ASimPerson thanks Yeah... I was definitely thinking floats. I was looking at my page of notes and I just kept putting them together for some reason. *smack*
Do either of you (or anyone else) know where I can get some additional information on converting a HEX to ASCII? See I know how to do something like: 4C and convert that (which is 'L') but what about something like xC024? I seem to remember something vaguely about how the first two digits are least important or something. But I don't think it's true. I tried converting it to binary (1100 0000 0010 0100) but that didn't seem to help me.
Ex.
Decimal:
4 * 10^4 + 9*10^3 + 1*10^2 + 8*10^1 + 8*10^0 = 49188
Hex
C(12) * 16^3 + 0 * 16^2 + 2 * 16^1 + 4 * 16^0 = 49188
Hmm. I can see that... I think.
But how would you get the ASCII Character out of 49188?
C0 doesn't exist, and 24 is $
Doesn't seem right to me... Hmmm. I thought that first.
ASCII characters take up a byte each, which is two hexadecimal digits. To know what digits go to what characters you need to look at an ASCII table, of which there are many that are easy to find online.
With ASCII characters the order of the bytes and the order of the characters should be the same, so you shouldn't have to worry about that. So 0xC024 would be two characters, the one represented by 'C0' followed by '24'.

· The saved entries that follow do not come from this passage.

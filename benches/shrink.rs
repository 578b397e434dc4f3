//! Shrink benchmark: a recording of N transactions (1k, 10k, 100k) with
//! one planted two-transaction cause (a page write early that a board
//! with 32-byte pages wraps, and a read of the page's start near the
//! end), shrunk against the simulated demo bench. Noise: register reads
//! of the light sensor and writes of its CONTROL register (writes survive
//! the cheap "drop reads" pass, so ddmin has work to do).
//!
//! Goal (issue 17): 10k transactions in under 300 trials and 10 s.
//! Reports trials and wall time for the default path (cheap passes, then
//! ddmin) and the lean path (ddmin alone) in one run.
//!
//!     cargo bench --bench shrink

use std::sync::Arc;
use std::sync::atomic::AtomicBool;
use std::time::{Duration, Instant};

use buscue::adapter::{Adapter, AdapterError};
use buscue::bus::{Address, Operation, Transaction};
use buscue::record::{Frame, Record};
use buscue::sim::{Bench, DEMO_BENCH, SimAdapter};
use buscue::trace::mask::Masks;
use buscue::trace::replay::ReplayOptions;
use buscue::trace::shrink::{ShrinkOptions, shrink};
use buscue::trace::{Header, Trace};

/// The recording, made on a board whose EEPROM has 64-byte pages.
fn recording(n: u64) -> Trace {
    let text = DEMO_BENCH.replace("page_size = 32", "page_size = 64");
    let mut sim = SimAdapter::new(Bench::from_str(&text, "wide.toml").unwrap(), false);
    let header = Header::new("run", sim.snapshot());
    let mut records = Vec::with_capacity(n as usize);
    let light = Address::Seven(0x2B);
    let eeprom = Address::Seven(0x50);
    for i in 0..n {
        let tx = if i == n / 10 {
            Transaction::new(eeprom, vec![Operation::Write(vec![0x00, 0x1C, 9, 8, 7, 6, 5, 4, 3, 2])])
        } else if i == n - 1 {
            Transaction::new(eeprom, vec![Operation::Write(vec![0x00, 0x00]), Operation::Read(4)])
        } else if i % 3 == 0 {
            Transaction::new(light, vec![Operation::Write(vec![0x01, (i % 7) as u8, 0x00])])
        } else {
            Transaction::new(light, vec![Operation::Write(vec![0x00]), Operation::Read(2)])
        };
        let t = sim.now();
        let outcome = sim.execute(&tx);
        if i == n / 10 {
            sim.delay(Duration::from_millis(10)); // the write cycle
        }
        records.push(Record::Frame(Frame::single(i + 1, t, tx.address, tx.ops, outcome)));
    }
    Trace { header, records, warnings: Vec::new() }
}

fn run(trace: &Trace, quick_passes: bool) -> (u64, usize, Duration) {
    let opts = ShrinkOptions {
        replay: ReplayOptions {
            time_scale: Some(1.0),
            keep_going: false,
            masks: Masks(Vec::new()),
            ..Default::default()
        },
        max_trials: 100_000,
        max_time: None,
        quick_passes,
        shorter_gaps: false,
    };
    let mut open = || -> Result<Box<dyn Adapter>, AdapterError> { Ok(Box::new(SimAdapter::demo())) };
    let start = Instant::now();
    let s = shrink(trace, &mut open, Arc::new(AtomicBool::new(false)), &opts, &mut |_| {}).unwrap();
    (s.trials, s.kept.len(), start.elapsed())
}

fn main() {
    println!("{:>8} {:>10} {:>7} {:>5} {:>9}", "frames", "path", "trials", "kept", "wall");
    for n in [1_000u64, 10_000, 100_000] {
        let trace = recording(n);
        for (name, quick) in [("default", true), ("ddmin", false)] {
            let (trials, kept, wall) = run(&trace, quick);
            assert_eq!(kept, 2, "the planted cause is two transactions");
            println!("{n:>8} {name:>10} {trials:>7} {kept:>5} {:>8.2}s", wall.as_secs_f64());
        }
    }
}
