//! Serial-link throughput over a pseudo-terminal: 10,000 one-byte
//! register reads and 10,000 two-byte register writes to the greenhouse
//! bench's I/O expander, served in-process by the same code as
//! `buscue serve`.
//!
//! Cases: (a) native protocol with batching and pipelining, (b) native
//! protocol one request at a time. Each case reports transactions per
//! second and round trips (request frames answered) per transaction.
//!
//!   cargo bench --bench serial_link            # 10,000 of each
//!   BUSCUE_BENCH_N=2000 cargo bench --bench serial_link
//!
//! Goal (issue 3): independent writes through (a) at least 5x faster than (b).

use std::sync::Arc;
use std::sync::atomic::{AtomicBool, Ordering};
use std::time::{Duration, Instant};

use buscue::adapter::native::{NativeAdapter, NativeSettings};
use buscue::adapter::serve::{LinkFaults, pty, serve_native};
use buscue::adapter::{Adapter, AdapterSpec, OpenOptions, open_sim};
use buscue::bus::{Address, Operation, Transaction};

/// The valve expander of adapters/greenhouse.toml: 8-bit registers.
const EXPANDER: Address = Address::Ten(0x2A5);

/// A link under test: opens a driver, runs transactions, counts round trips.
trait Driver {
    /// Runs `txs` as this case sends them; returns round trips used.
    fn run(&mut self, txs: &[Transaction]) -> u64;
}

struct Native {
    adapter: NativeAdapter,
    batched: bool,
}

impl Driver for Native {
    fn run(&mut self, txs: &[Transaction]) -> u64 {
        let before = self.adapter.stats.sends;
        let outs = if self.batched {
            self.adapter.execute_batch(txs)
        } else {
            txs.iter().map(|t| self.adapter.execute(t)).collect()
        };
        assert!(outs.iter().all(|o| o.is_ok()), "every transaction succeeds");
        self.adapter.stats.sends - before
    }
}

/// A served bench for one case; stops when dropped.
struct Served {
    path: String,
    stop: Arc<AtomicBool>,
    thread: Option<std::thread::JoinHandle<()>>,
}

impl Served {
    fn start() -> Served {
        let (master, slave, path) = pty().expect("a pseudo-terminal");
        let stop = Arc::new(AtomicBool::new(false));
        let s = stop.clone();
        let thread = std::thread::spawn(move || {
            let sim = open_sim(&AdapterSpec::DemoBench, &OpenOptions::default()).unwrap();
            serve_native(sim, master, Some(slave), &LinkFaults::default(), &s).unwrap();
        });
        Served { path, stop, thread: Some(thread) }
    }
}

impl Drop for Served {
    fn drop(&mut self) {
        self.stop.store(true, Ordering::Relaxed);
        if let Some(t) = self.thread.take() {
            let _ = t.join();
        }
    }
}

struct Case {
    name: &'static str,
    open: fn(&str) -> Box<dyn Driver>,
}

fn cases() -> Vec<Case> {
    vec![
        Case {
            name: "(a) native, batched + pipelined",
            open: |path| {
                let adapter = NativeAdapter::open(path, NativeSettings::default()).expect("handshake");
                Box::new(Native { adapter, batched: true })
            },
        },
        Case {
            name: "(b) native, one request at a time",
            open: |path| {
                let settings = NativeSettings { window: Some(1), batch: Some(1), ..NativeSettings::default() };
                let adapter = NativeAdapter::open(path, settings).expect("handshake");
                Box::new(Native { adapter, batched: false })
            },
        },
        // (c) the per-primitive text dialect: add a Case here whose `open`
        // serves the dialect and returns its driver behind `Driver`.
    ]
}

fn main() {
    // `cargo bench` passes `--bench`; any other filter argument is ignored.
    let n: usize = std::env::var("BUSCUE_BENCH_N").ok().and_then(|v| v.parse().ok()).unwrap_or(10_000);
    let reads: Vec<Transaction> =
        (0..n).map(|_| Transaction::new(EXPANDER, vec![Operation::Write(vec![0x00]), Operation::Read(1)])).collect();
    let writes: Vec<Transaction> =
        (0..n).map(|i| Transaction::new(EXPANDER, vec![Operation::Write(vec![0x01, i as u8])])).collect();
    println!("serial link over a pseudo-terminal, {n} transactions per workload");
    println!("{:<36} {:>10} {:>14} {:>12}", "case, workload", "seconds", "transactions/s", "round trips/tx");
    let mut write_rates = Vec::new();
    for case in cases() {
        println!("{}", case.name);
        let served = Served::start();
        let mut driver = (case.open)(&served.path);
        for (label, txs) in [("1-byte register reads", &reads), ("2-byte register writes", &writes)] {
            let t0 = Instant::now();
            let trips = driver.run(txs);
            let secs = t0.elapsed().as_secs_f64().max(1e-9);
            let rate = n as f64 / secs;
            println!("{:<36} {:>10.3} {:>14.0} {:>12.3}", format!("  {label}"), secs, rate, trips as f64 / n as f64);
            if label.contains("writes") {
                write_rates.push((case.name, rate));
            }
        }
        drop(driver);
        drop(served);
        std::thread::sleep(Duration::from_millis(50));
    }
    if let [(_, a), (_, b), ..] = write_rates.as_slice() {
        println!("independent writes: (a) is {:.1}x (b) (goal: at least 5x)", a / b);
    }
}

Endianness comes up with numerical values, where the position of the least and most significant bytes of a number can differ between different platforms. For example, the raw binary format of the number one in a 32-bit integer would be represented on an Intel x86 platform by the hexadecimal sequence "01 00 00 00", where as the other order used by some other platforms and as the network byte order would be "00 00 00 01". Within a byte or if you have a raw array of bytes instead of a numeric value then the order should be the same either way at the software level.